Tuesday, January 31, 2023
Guardant Health announced today that the U.S. Food and Drug Administration (FDA) has approved its Guardant360® CDx liquid biopsy test as a companion diagnostic to identify advanced or metastatic breast cancer patients with ESR1 mutations who may benefit from treatment with ORSERDU™ (elacestrant), a nonsteroidal selective oestrogen receptor degrader to be commercialised by Stemline Therapeutics, Inc.
Guardant360 CDx is approved as a companion diagnostic to identify patients with non-small cell lung cancer benefitting from treatment with TAGRISSO® (osimertinib), RYBREVANT® (amivantamab-vmjw), ENHERTU® (fam-trastuzumab deruxtecan-nxki) or LUMAKRAS™ (sotorasib).
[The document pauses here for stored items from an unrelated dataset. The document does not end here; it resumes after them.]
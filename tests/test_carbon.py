"""Tests of `tea.carbon` against published tables and worked examples.

Status of each check value, beside it: "secondary" = verified in a published
reproduction of the source (named); "weak" = matches independent
transcriptions only; "from memory" = recalled without the document;
"hand calculation" = worked by hand from the named equation and inputs.
"""

from __future__ import annotations

import math
import tomllib
from pathlib import Path

import numpy as np
import pytest
from numpy.testing import assert_allclose

from tea.methods import carbon
from tea.inputs import published

DATA_FILE = Path(published.__file__).parent / "data" / "ipcc.toml"

# IPCC 2006 Vol.4 Ch.2 Table 2.3, default reference SOC stocks under native vegetation,
# 0-30 cm [t C/ha], as reproduced in the ILCD Handbook (2010) Annex B Table 10 (secondary).
# None = NA in the table. Wetland-soil column not reproduced.
TABLE_2_3 = {
    #                      HAC  LAC  sandy spodic volcanic
    "boreal": (68, None, 10, 117, 20),
    "cool_temperate_dry": (50, 33, 34, None, 20),
    "cool_temperate_moist": (95, 85, 71, 115, 130),
    "warm_temperate_dry": (38, 24, 19, None, 70),
    "warm_temperate_moist": (88, 63, 34, None, 80),
    "tropical_dry": (38, 35, 31, None, 50),
    "tropical_moist": (65, 47, 39, None, 70),
    "tropical_wet": (44, 60, 66, None, 130),
}
TABLE_2_3_SOILS = ("high_activity_clay", "low_activity_clay", "sandy", "spodic", "volcanic")

TABLE_2_3_CELLS = [
    (climate, soil, value)
    for climate, row in TABLE_2_3.items()
    for soil, value in zip(TABLE_2_3_SOILS, row)
]
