class _Compiler:
    """Turns formula templates into spreadsheet formulas for one case's layout."""

    def __init__(self, book: "_CaseLayout"):
        self.book = book

    def compile(self, template: str, sheet: str, columns: Mapping[str, int] | None = None,
                top: int = 0) -> str:
        """A Python format string with fields ``{r}`` (this row), ``{p}`` (previous row), ``{q}`` (same year on the
        loan schedule), ``{l}`` (same year on the ledger)."""
        b = self.book

        def sub(m: re.Match) -> str:
            line, mod, tag, arg, sec, key, word = m.groups()
            if line is not None:
                if columns is None or line not in columns:
                    raise KeyError(f"{sheet}: no column {line!r} for template {template!r}")
                letter = col_letter(columns[line])
                if mod == "@p":
                    return f"{letter}{{p}}"
                if mod == "@all":
                    return f"${letter}${top}:${letter}${top + N_ROWS - 1}"
                return f"{letter}{{r}}"
            if word == "t":
                return f"{_quote(b.ledger)}!$A{{l}}" if sheet != b.ledger else "$A{r}"
            if word == "life":
                return b.name("finance.stand_life_years")
            if sec is not None:
                if sec == "m":
                    return b.name(f"m.{key}")
                if sec == "k":
                    return b.name(f"k.{key}")
                if sec == "f":
                    return b.name(f"f.{key}")
                return b.name(f"{sec}.{key}")
            col_ledger = b.ledger_cols
            if tag in ("L", "L0", "L1", "Lall", "Lprev"):
                c = col_ledger[arg]
                prefix = "" if sheet == b.ledger else _quote(b.ledger) + "!"
                letter = col_letter(c)
                if tag == "L":
                    return f"{prefix}{letter}{{l}}"
                first, last = {"L0": (0, 0), "L1": (1, MAX_YEARS), "Lall": (0, MAX_YEARS),
                               "Lprev": (0, MAX_YEARS - 1)}[tag]
                ref = f"{prefix}${letter}${LEDGER_TOP + first}"
                return ref if first == last else ref + f":${letter}${LEDGER_TOP + last}"
            if tag == "F":
                prefix = "" if sheet == b.finance else _quote(b.finance) + "!"
                return f"{prefix}{col_letter(b.finance_cols[arg])}{{q}}"
            if tag == "FK":
                return _abs(b.finance, 2, b.finance_rows[arg])
            if tag == "R":
                return _abs(b.results, 3, b.result_rows[arg])
            if tag == "W":
                return _abs(b.results, 3, b.working_rows[arg])
            raise KeyError(f"unknown template field {m.group(0)!r} in {template!r}")

        return _TOKEN.sub(sub, template)
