def tornado_figure(labels: Sequence[str], low: Sequence[float], high: Sequence[float], base: float, unit_label: str,
                   *, figure: str = "NPV", width_in: float = 7.2, row_in: float = TORNADO_ROW_IN,
                   scale: float = 1.0) -> Figure:
    """The figure of :func:`tornado` (its arguments), before it becomes SVG; also saved by ``--plot``."""
    n = len(labels)
    if not (n == len(low) == len(high)) or n == 0:
        raise ValueError("tornado: expected one low and one high value per label (at least one)")
    narrow = width_in < 4.0
    height = tornado_height_in(n, width_in, row_in, scale)
    with style():
        fig = _new_figure(width_in, height)
        ax = fig.add_subplot()
        ax.set_facecolor("none")
        lo_all, hi_all = min(list(low) + list(high) + [base]), max(list(low) + list(high) + [base])
        span = (hi_all - lo_all) or max(abs(base), 1.0)
        pad = 0.05 if narrow else 0.65 / width_in  # room for the value labels at the bar ends, a share of the span
        for i, (lo, hi) in enumerate(zip(low, high)):
            y = n - 1 - i
            # the longer bar first, so that a shorter one on the same side stays visible on top of it
            for value, colour in sorted(((lo, TORNADO_LOW), (hi, TORNADO_HIGH)), key=lambda vc: -abs(vc[0] - base)):
                ax.barh(y, value - base, left=base, height=0.62, color=colour, linewidth=0)
            if lo == hi == base:
                ax.text(base + 0.01 * span, y, "no change", va="center", ha="left", fontsize=5.6, color=MUTED)
                continue
            if narrow:  # no room for value labels: the axis gives the scale
                continue
            left, right = min(lo, hi), max(lo, hi)
            if left < base:
                ax.text(left - 0.008 * span, y, _num(left), va="center", ha="right", fontsize=5.6, color=INK)
            if right > base:
                ax.text(right + 0.008 * span, y, _num(right), va="center", ha="left", fontsize=5.6, color=INK)
        ax.axvline(base, color=INK, linewidth=0.8)
        ax.set_yticks(range(n))
        ax.set_yticklabels([plain(t) for t in reversed(labels)])
        ax.tick_params(axis="y", length=0)
        ax.set_ylim(-0.6, n - 0.4)
        ax.set_xlim(lo_all - pad * span, hi_all + pad * span)
        ax.xaxis.set_major_formatter(formatter())
        ax.xaxis.set_major_locator(_locator(nbins=3 if narrow else 8))
        ax.grid(axis="x", color="#dddddd", linewidth=0.4)
        ax.set_axisbelow(True)
        ax.spines["left"].set_visible(False)
        ax.set_xlabel(plain(f"{figure} [{unit_label}]" + ("\n" if narrow else "; ") + f"the line is the base, {_num(base)}"))
        from matplotlib.patches import Patch

        words = ("input low", "input high") if narrow else ("input at its low value", "input at its high value")
        ax.legend(handles=[Patch(color=TORNADO_LOW, label=words[0]), Patch(color=TORNADO_HIGH, label=words[1])],
                  loc="lower right", bbox_to_anchor=(1.0, 1.0), ncol=2, handlelength=1.2, columnspacing=1.0,
                  borderaxespad=0.1, borderpad=0.1)
        fig.tight_layout(pad=0.3)
        # room to spare on the left: the page's text engine may set the labels a little wider than matplotlib
        fig.subplots_adjust(left=fig.subplotpars.left + TORNADO_LABEL_SLACK_IN / width_in)
    return fig
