class TestPresetValuesAgainstSources:
    """Preset values that have a published source, checked against that source."""

    def test_rhizome_grass(self):
        v = load_preset("rhizome_grass").values
        # Zub & Brancourt-Hulmel 2010, Agron. Sustain. Dev. 30:201: European maximum 49 t DM/ha at autumn peak
        assert v["yield.record_t_dm_per_ha"] == 49.0
        # Defra RB209 (archive), miscanthus offtake at a January harvest: N 6, P2O5 1, K2O 8.5 kg/t DM
        assert v["nutrients.n_late_winter_kg_per_t_dm"] == 6.0
        assert v["nutrients.p2o5_late_winter_kg_per_t_dm"] == 1.0
        assert v["nutrients.k2o_late_winter_kg_per_t_dm"] == 8.5
        # Himken et al. 1997, Plant and Soil: 30 % dry-matter loss September to March
        assert v["harvest.overwinter_dm_loss"] == 0.30
        # Defra PB5421: below 20 % moisture at a late harvest; NCV of dry miscanthus 17 GJ/t
        assert v["harvest.moisture_late_winter"] <= 0.20
        assert v["revenue.heating_value_gj_per_t_dm"] == 17.0
        # Defra RB209: established yield 12-14 t DM/ha harvested (late winter); the preset's mature
        # (autumn-peak) yield x (1 - overwinter loss) falls in that range
        harvested = v["yield.mature_t_dm_per_ha"] * (1 - v["harvest.overwinter_dm_loss"])
        assert 12.0 <= harvested <= 14.0
        # IPCC 2006 Vol.4 Ch.6 (cropland converted to grassland takes the Table 5.5 set-aside factor)
        assert v["carbon.crop_land_use"] == "perennial_grass"

    def test_coppice(self):
        v = load_preset("coppice").values
        # Forest Research (UK), SRC page: 15,000 cuttings/ha
        assert v["establishment.planting_units_per_ha"] == 15000
        # Forest Research (UK): 7-12 oven-dry t/ha/yr; harvest cycles of 2-5 years
        assert 7.0 <= v["yield.mature_t_dm_per_ha"] <= 12.0
        assert 2 <= v["harvest.interval_years"] <= 5

    def test_seeded_grass(self):
        v = load_preset("seeded_grass").values
        # Wullschleger et al. 2010, Agron. J. 102:1158: lowland 12.9, upland 8.7 t DM/ha
        assert 8.7 <= v["yield.mature_t_dm_per_ha"] <= 12.9

    @pytest.mark.parametrize("name", ["rhizome_grass", "seeded_grass"])
    def test_late_harvest_removes_less_n_per_tonne(self, name):
        # common practice (nutrients move back to the rhizomes as the grass senesces)
        v = load_preset(name).values
        for nut in ("n", "p2o5"):
            assert v[f"nutrients.{nut}_late_winter_kg_per_t_dm"] < v[f"nutrients.{nut}_autumn_kg_per_t_dm"]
It is also FDA approved to identify advanced breast cancer patients with ESR1 mutations who may benefit from treatment with ORSERDU™ (elacestrant).
FDA approved Guardant360 CDx as a companion diagnostic (CDx) in conjunction with the approval of ORSERDU for postmenopausal women or adult men with oestrogen receptor (ER)-positive, human epidermal growth factor receptor 2 (HER2)-negative, ESR1-mutated, advanced or metastatic breast cancer with disease progression following at least one line of endocrine therapy.
Guardant360 CDx blood test provides comprehensive genomic profiling to identify patients with ESR1 mutations benefited from ORSERDU targeted therapy.
ORSERDU (elacestrant) is first FDA-approved endocrine therapy innovation in more than 20 years, addressing ESR1 mutations, a major unmet need.